Nationwide, more than 70 percent of Mexicans have a negative view about the migrants and 55 percent supported tougher measures on future caravans, according to a poll released last week by El Universal. In addition, 52 percent of respondents said the migrants should be blocked from entering Mexico without legal documents.

The migrant caravans all forced their way from Guatemala into Mexico, leaving police officers on both sides of the border injured. The projectiles they hurled at the U.S.-Mexico border on Sunday also struck multiple U.S. Customs and Border Protection agents and their vehicles.

Anti-immigrant protesters take part in a demonstration in Tijuana, Mexico on Nov. 18, 2018. (John Moore/Getty Images)
Anti-immigrant protesters take part in a demonstration in Tijuana, Mexico on Nov. 18, 2018. (John Moore/Getty Images)

Organizers Should be Charged

Tijuana’s mayor blamed the organizers of the caravans and said they should face criminal charges.

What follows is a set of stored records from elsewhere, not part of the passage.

// The asking screens' logic without a window (viewer/scene/asking_desk.h): key mapping, the own
// judgment's click sequence and typed line, answers going out through the post path with their
// stored ids, refusals leaving the question on screen, undo as retraction, turns and people events.
#define GLFW_INCLUDE_NONE
#include <GLFW/glfw3.h>
#include <doctest/doctest.h>

#include <map>
#include <nlohmann/json.hpp>
#include <random>
#include <set>
#include <tuple>

#include "tests/sessions_support.h"
#include "viewer/scene/asking_desk.h"

using namespace kith;

namespace {

// Stands in for the window: stores every posted command (giving judgments ids 101, 102, ...),
// can refuse the n-th judgment, and keeps events.
struct FakeWindow {
  std::vector<CommandBody> posted;
  std::vector<std::pair<std::string, std::string>> events;
  int64_t next_id = 101;
  int refuse_judgment = -1;  // refuse the judgment with this 0-based count (-1: never)
  int judgments_seen = 0;
  bool refuse_events = false;
  std::shared_ptr<Snapshot> snapshot = std::make_shared<Snapshot>();

  DeskLinks links() {
    DeskLinks l;
    l.post = [this](CommandBody& body) -> std::string {
      if (auto* a = std::get_if<cmd::AddJudgment>(&body)) {
        if (judgments_seen++ == refuse_judgment) return "disk full";
        a->judgment.id = next_id++;
      }
      posted.push_back(body);
      return "";
    };
    l.record_event = [this](const SessionEvent& event) -> std::string {
      if (refuse_events) return "disk full";
      const EventRecord record = to_record(event);  // the stored form, as a session keeps it
      events.emplace_back(record.kind, record.detail);
      return "";
    };
    l.snapshot = [this] { return std::shared_ptr<const Snapshot>(snapshot); };
    l.judgments = [this] {
      std::vector<Judgment> js;
      for (const auto& b : posted)
        if (auto* a = std::get_if<cmd::AddJudgment>(&b)) js.push_back(a->judgment);
      return js;
    };
    l.selection = [] { return std::vector<int>{}; };
    l.now = [] { return 1000.0; };
    return l;
  }
  std::vector<Judgment> added() const {
    std::vector<Judgment> js;
    for (const auto& b : posted)
      if (auto* a = std::get_if<cmd::AddJudgment>(&b)) js.push_back(a->judgment);
    return js;
  }
  std::vector<int64_t> retracted() const {
    std::vector<int64_t> ids;
    for (const auto& b : posted)
      if (auto* r = std::get_if<cmd::RetractJudgment>(&b)) ids.push_back(r->judgment_id);
    return ids;
  }
};

Collection small_collection() { return kith::test::swatch_collection(40, 4, 3); }

void random_map(Snapshot* s, size_t n, uint32_t seed) {
  std::mt19937 rng(seed);
  std::normal_distribution<double> g(0.0, 1.0);
  s->positions.resize(Eigen::Index(n), 3);
  for (Eigen::Index i = 0; i < s->positions.rows(); ++i)
    for (int d = 0; d < 3; ++d) s->positions(i, d) = g(rng);
}

// Lists NAMES at the desk, coloured 1, 2, 3...: each must be accepted.
void add_people(AskingDesk& desk, std::initializer_list<const char*> names) {
  uint32_t colour = 0;
  for (const char* name : names) REQUIRE(desk.add_person(name, ++colour) == "");
}

QuestionFlowOptions no_reask() {
  QuestionFlowOptions o;
  o.reask_rate = 0.0;
  return o;
}

}  // namespace

TEST_CASE("asking keys: each screen has its own keys, ctrl chords stay the window's") {
  using A = AskingAction;
  CHECK(asking_key_action(AskingMode::kOff, GLFW_KEY_A, 0, 8).action == A::kStartPair);
  CHECK(asking_key_action(AskingMode::kPair, GLFW_KEY_A, 0, 8).action == A::kStartGrid);
  CHECK(asking_key_action(AskingMode::kGrid, GLFW_KEY_A, 0, 8).action == A::kStartPair);
  CHECK(asking_key_action(AskingMode::kOff, GLFW_KEY_A, GLFW_MOD_CONTROL, 8).action == A::kNone);  // select all
  CHECK(asking_key_action(AskingMode::kOff, GLFW_KEY_LEFT, 0, 8).action == A::kNone);  // arrows turn the map
  CHECK(asking_key_action(AskingMode::kOff, GLFW_KEY_ESCAPE, 0, 8).action == A::kNone);
  CHECK(asking_key_action(AskingMode::kPair, GLFW_KEY_LEFT, 0, 8).action == A::kLeft);
  CHECK(asking_key_action(AskingMode::kPair, GLFW_KEY_1, 0, 8).action == A::kLeft);
  CHECK(asking_key_action(AskingMode::kPair, GLFW_KEY_RIGHT, 0, 8).action == A::kRight);
  CHECK(asking_key_action(AskingMode::kPair, GLFW_KEY_2, 0, 8).action == A::kRight);
  CHECK(asking_key_action(AskingMode::kPair, GLFW_KEY_DOWN, 0, 8).action == A::kCantTell);
  CHECK(asking_key_action(AskingMode::kPair, GLFW_KEY_0, 0, 8).action == A::kCantTell);
  CHECK(asking_key_action(AskingMode::kPair, GLFW_KEY_3, 0, 8).action == A::kNone);
  CHECK(asking_key_action(AskingMode::kPair, GLFW_KEY_BACKSPACE, 0, 8).action == A::kUndo);
  CHECK(asking_key_action(AskingMode::kPair, GLFW_KEY_ESCAPE, 0, 8).action == A::kLeave);
  const KeyAction five = asking_key_action(AskingMode::kGrid, GLFW_KEY_5, 0, 8);
  CHECK(five.action == A::kPick);
  CHECK(five.place == 4);
  CHECK(asking_key_action(AskingMode::kGrid, GLFW_KEY_KP_3, 0, 8).place == 2);
  CHECK(asking_key_action(AskingMode::kGrid, GLFW_KEY_9, 0, 8).action == A::kNone);  // only 8 on screen
  CHECK(asking_key_action(AskingMode::kGrid, GLFW_KEY_0, 0, 8).action == A::kCantTell);
  CHECK(asking_key_action(AskingMode::kOwn, GLFW_KEY_ENTER, 0, 8).action == A::kCommit);
  CHECK(asking_key_action(AskingMode::kOwn, GLFW_KEY_BACKSPACE, 0, 8).action == A::kUndo);
  CHECK(asking_key_action(AskingMode::kOff, GLFW_KEY_O, 0, 8).action == A::kStartOwn);
  CHECK(asking_key_action(AskingMode::kPair, GLFW_KEY_W, 0, 8).action == A::kNextPerson);
  CHECK(asking_key_action(AskingMode::kPair, GLFW_KEY_W, GLFW_MOD_SHIFT, 8).action == A::kPrevPerson);
  CHECK(asking_key_action(AskingMode::kOff, GLFW_KEY_B, 0, 8).action == A::kLargeType);
  CHECK(asking_key_action(AskingMode::kPair, GLFW_KEY_L, 0, 8).action == A::kNone);  // the judgments panel's key
}

TEST_CASE("own judgment: three clicks in order, no item twice, back clears the last") {
  OwnDraft d;
  CHECK(d.filled() == 0);
  CHECK(d.add(7) == "");
  CHECK(d.add(7) != "");  // the same item cannot be both anchor and nearer
  CHECK(d.add(3) == "");
  CHECK_FALSE(d.complete());
  d.back();
  CHECK(d.filled() == 1);
  CHECK(d.add(4) == "");
  CHECK(d.add(9) == "");
  CHECK(d.complete());
  CHECK(d.add(11) != "");  // full
  CHECK(d.slots() == std::array<int, 3>{7, 4, 9});
}

TEST_CASE("own judgment typed: ids with completion, bad words are named") {
  const std::vector<std::string> ids = {"oak-1", "oak-12", "Olive", "pine"};
  std::unordered_map<std::string, int> index;
  for (size_t i = 0; i < ids.size(); ++i) index[ids[i]] = int(i);
  std::array<int, 3> items{};
  CHECK(parse_own_line("oak-1, pine olive", index, &items) == "no item 'olive'");
  CHECK(parse_own_line("oak-1 pine", index, &items).find("three ids") == 0);
  CHECK(parse_own_line("oak-1 pine oak-1", index, &items) == "an item appears twice");
  REQUIRE(parse_own_line("  oak-12,pine  Olive ", index, &items) == "");
  CHECK(items == std::array<int, 3>{1, 3, 2});
  CHECK(complete_id(ids, "pine oa", 5) == std::vector<std::string>{"oak-1", "oak-12"});
  CHECK(complete_id(ids, "pine o", 5) == std::vector<std::string>{"oak-1", "oak-12", "Olive"});
  CHECK(complete_id(ids, "pine O", 1) == std::vector<std::string>{"oak-1"});
  CHECK(complete_id(ids, "pine ", 5).empty());
  CHECK(apply_completion("pine ol", "Olive") == "pine Olive ");
}

TEST_CASE("asking desk: answers go out through the post path with people, ids and kinds") {
  const Collection c = small_collection();
  FakeWindow w;
  random_map(w.snapshot.get(), c.size(), 5);
  AskingDesk desk(c, w.links(), no_reask());
  REQUIRE(desk.add_person("Ana", 0x0072B2) == "");
  REQUIRE(desk.add_person("Ben", 0xD55E00) == "");
  CHECK(desk.add_person("Ana", 0) != "");  // listed already
  CHECK(desk.add_person("  ", 0) != "");
  REQUIRE(w.events.size() == 2);
  CHECK(w.events[0].first == "person");
  CHECK(nlohmann::json::parse(w.events[1].second)["name"] == "Ben");

  REQUIRE(desk.key(GLFW_KEY_A, 0));
  REQUIRE(desk.mode() == AskingMode::kPair);
  CHECK(desk.turn_name() == "Ana");
  CHECK(desk.next_name() == "Ben");
  const Question q1 = desk.question();
  REQUIRE(q1.anchor >= 0);
  REQUIRE(desk.key(GLFW_KEY_RIGHT, 0));
  REQUIRE(w.added().size() == 1);
  const Judgment j1 = w.added()[0];
  CHECK(std::tie(j1.anchor, j1.nearer, j1.farther) == std::tie(q1.anchor, q1.candidates[1], q1.candidates[0]));
  CHECK(j1.person == "Ana");
  CHECK(j1.kind == JudgmentKind::kPair);
  CHECK(desk.flow().answers().back().judgments[0].id == 101);  // the stored id came back
  CHECK(desk.turn_name() == "Ben");

  // Can't tell: an event, no judgment.
  const Question q2 = desk.question();
  REQUIRE(desk.key(GLFW_KEY_DOWN, 0));
  CHECK(w.added().size() == 1);
  REQUIRE(w.events.back().first == "cant_tell");
  const auto ct = nlohmann::json::parse(w.events.back().second);
  CHECK(ct["person"] == "Ben");
  CHECK(ct["anchor"] == c.ids[size_t(q2.anchor)]);
  CHECK(desk.turn_name() == "Ana");

  // Undo takes back Ben's can't tell (an event), then Ana's judgment (a retraction by id).
  REQUIRE(desk.key(GLFW_KEY_BACKSPACE, 0));
  CHECK(w.events.back().first == "cant_tell_undone");
  CHECK(desk.turn_name() == "Ben");
  CHECK(desk.question().anchor == q2.anchor);
  REQUIRE(desk.key(GLFW_KEY_BACKSPACE, 0));
  CHECK(w.retracted() == std::vector<int64_t>{101});
  CHECK(desk.turn_name() == "Ana");
  CHECK(desk.question().anchor == q1.anchor);
  CHECK(desk.answered() == 0);

  // Grid: 8 candidates, pick 2 -> 2 x 6 judgments of kind grid; a repeated key unpicks.
  REQUIRE(desk.key(GLFW_KEY_A, 0));
  REQUIRE(desk.mode() == AskingMode::kGrid);
  const Question g = desk.question();
  REQUIRE(g.candidates.size() == 8);
  CHECK(g.choose == 2);
  desk.key(GLFW_KEY_3, 0);
  desk.key(GLFW_KEY_3, 0);
  CHECK(desk.grid_picks().empty());
  desk.key(GLFW_KEY_3, 0);
  const size_t before = w.added().size();
  desk.key(GLFW_KEY_7, 0);
  const auto all = w.added();
  REQUIRE(all.size() == before + 12);
  std::set<std::tuple<int, int, int>> got, want;
  for (size_t k = before; k < all.size(); ++k) {
    got.insert({all[k].anchor, all[k].nearer, all[k].farther});
    CHECK(all[k].kind == JudgmentKind::kGrid);
    CHECK(all[k].person == "Ana");
  }
  for (int p : {2, 6})
    for (int u = 0; u < 8; ++u)
      if (u != 2 && u != 6) want.insert({g.anchor, g.candidates[size_t(p)], g.candidates[size_t(u)]});
  CHECK(got == want);
  CHECK(desk.judgments_made() == 12);
}

TEST_CASE("asking desk: a refused write leaves the question and the turn where they were") {
  const Collection c = small_collection();
  FakeWindow w;
  random_map(w.snapshot.get(), c.size(), 6);
  AskingDesk desk(c, w.links(), no_reask());
  add_people(desk, {"Ana", "Ben"});
  desk.set_mode(AskingMode::kGrid);
  const Question g = desk.question();
  w.refuse_judgment = 2;  // the third of the twelve fails
  desk.key(GLFW_KEY_1, 0);
  desk.key(GLFW_KEY_2, 0);
  CHECK(desk.message().find("not saved") == 0);
  CHECK(desk.message().find("disk full") != std::string::npos);
  CHECK(w.added().size() == 2);
  CHECK(w.retracted() == std::vector<int64_t>{101, 102});  // the two that were written are taken back
  CHECK(desk.answered() == 0);
  CHECK(desk.turn_name() == "Ana");
  CHECK(desk.question().anchor == g.anchor);
  CHECK(desk.question().candidates == g.candidates);
  CHECK(desk.grid_picks() == std::vector<int>{0});  // one more key press retries
  w.refuse_judgment = -1;
  desk.key(GLFW_KEY_2, 0);
  CHECK(desk.answered() == 1);
  CHECK(w.added().size() == 2 + 12);
  CHECK(desk.turn_name() == "Ben");

  // A can't tell that cannot be written is not taken either.
  desk.set_mode(AskingMode::kPair);
  const Question q = desk.question();
  w.refuse_events = true;
  desk.key(GLFW_KEY_0, 0);
  CHECK(desk.message().find("not saved") == 0);
  CHECK(desk.answered() == 1);
  CHECK(desk.question().anchor == q.anchor);
  CHECK(desk.turn_name() == "Ben");
  // Nor a new person.
  CHECK(desk.add_person("Caro", 3) == "disk full");
  CHECK(desk.flow().people().size() == 2);
}

TEST_CASE("asking desk: own judgments by clicks carry the person whose turn it is, W moves the turn") {
  const Collection c = small_collection();
  FakeWindow w;
  random_map(w.snapshot.get(), c.size(), 7);
  AskingDesk desk(c, w.links(), no_reask());
  add_people(desk, {"Ana", "Ben", "Caro"});
  desk.key(GLFW_KEY_W, 0);
  CHECK(desk.turn_name() == "Ben");
  desk.key(GLFW_KEY_W, GLFW_MOD_SHIFT);
  desk.key(GLFW_KEY_W, GLFW_MOD_SHIFT);
  CHECK(desk.turn_name() == "Caro");
  CHECK(desk.next_name() == "Ana");
  REQUIRE(desk.key(GLFW_KEY_O, 0));
  REQUIRE(desk.mode() == AskingMode::kOwn);
  desk.key(GLFW_KEY_ENTER, 0);  // nothing chosen yet
  CHECK(w.added().empty());
  desk.own().add(5);
  desk.own().add(6);
  desk.own().add(8);
  desk.key(GLFW_KEY_BACKSPACE, 0);  // change the farther one
  desk.own().add(9);
  desk.key(GLFW_KEY_ENTER, 0);
  REQUIRE(w.added().size() == 1);
  const Judgment j = w.added()[0];
  CHECK(std::tie(j.anchor, j.nearer, j.farther) == std::make_tuple(5, 6, 9));
  CHECK(j.kind == JudgmentKind::kOwn);
  CHECK(j.person == "Caro");
  CHECK(desk.own().filled() == 0);
  CHECK(desk.turn_name() == "Caro");  // own judgments do not move the turn
  desk.key(GLFW_KEY_BACKSPACE, 0);    // empty draft: takes back the stored one
  CHECK(w.retracted() == std::vector<int64_t>{101});
  desk.key(GLFW_KEY_ESCAPE, 0);
  CHECK(desk.mode() == AskingMode::kOff);
}

TEST_CASE("asking desk: no question until the map has enough items, about the selection keeps the anchor in it") {
  const Collection c = small_collection();
  FakeWindow w;
  AskingDesk desk(c, w.links(), no_reask());
  desk.set_mode(AskingMode::kPair);  // nobody listed: a first person is added
  CHECK(desk.turn_name() == "person 1");
  CHECK(desk.question().anchor == -1);  // no snapshot yet
  desk.key(GLFW_KEY_LEFT, 0);
  CHECK(w.added().empty());
  random_map(w.snapshot.get(), c.size(), 8);
  DeskLinks l = w.links();
  const std::vector<int> chosen = {4, 17, 30};
  l.selection = [chosen] { return chosen; };
  AskingDesk sel(c, l, no_reask());
  sel.set_picker_choice(PickerChoice::kSelection);
  sel.set_mode(AskingMode::kPair);
  for (int k = 0; k < 12; ++k) {
    const int32_t a = sel.question().anchor;
    CHECK(std::count(chosen.begin(), chosen.end(), a) == 1);
    sel.key(GLFW_KEY_LEFT, 0);
  }
}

“Those are the real criminals because they’re dealing with the lives of people,” he said.

President-elect Andres Manuel Lopez Obrador must deal with the problem immediately after taking office on Saturday as Mexico’s new president, the mayor added.

“Bad people, not the good people, some of them, not all of them, came in ... walking disorderly, trying to cross the border without [the United States’] permission. I mean, that’s a criminal way of doing things,” Mayor Gastélum told NBC 7.
Gastélum said that leaders among the caravan were distributing flyers to try to organize another border rush on Dec. 1. A Department of Homeland Security source said that United States officials are aware of the planned rush. On Nov. 24, migrants spoke of a force of 20,000 migrants rushing the border and trying to overwhelm American law enforcement officers.
A group of Central American migrants climb the border fence between Mexico and the United States as others try to bring it down, near El Chaparral border crossing, in Tijuana, Baja California State, Mexico, on Nov. 25, 2018. (Pedro Pardo/AFP/Getty Images)
A group of Central American migrants climb the border fence between Mexico and the United States as others try to bring it down, near El Chaparral border crossing, in Tijuana, Baja California State, Mexico, on Nov. 25, 2018. (Pedro Pardo/AFP/Getty Images)
Pueblo Sin Fronteras (People Without Borders), an open-borders group, is among the groups present in Tijuana, although leaders have claimed they didn’t have a role in organizing the caravans. A month ago, Vice President Mike Pence said intelligence from foreign partners pointed to leftist groups behind the caravans.
Col. Fred Peterson, former chief public affairs officer of Joint Task Force North, the Defense Department’s counter-drug and anti-terrorist operation, told The Epoch Times that the organizers are trying to weaken the Trump administration and the United States.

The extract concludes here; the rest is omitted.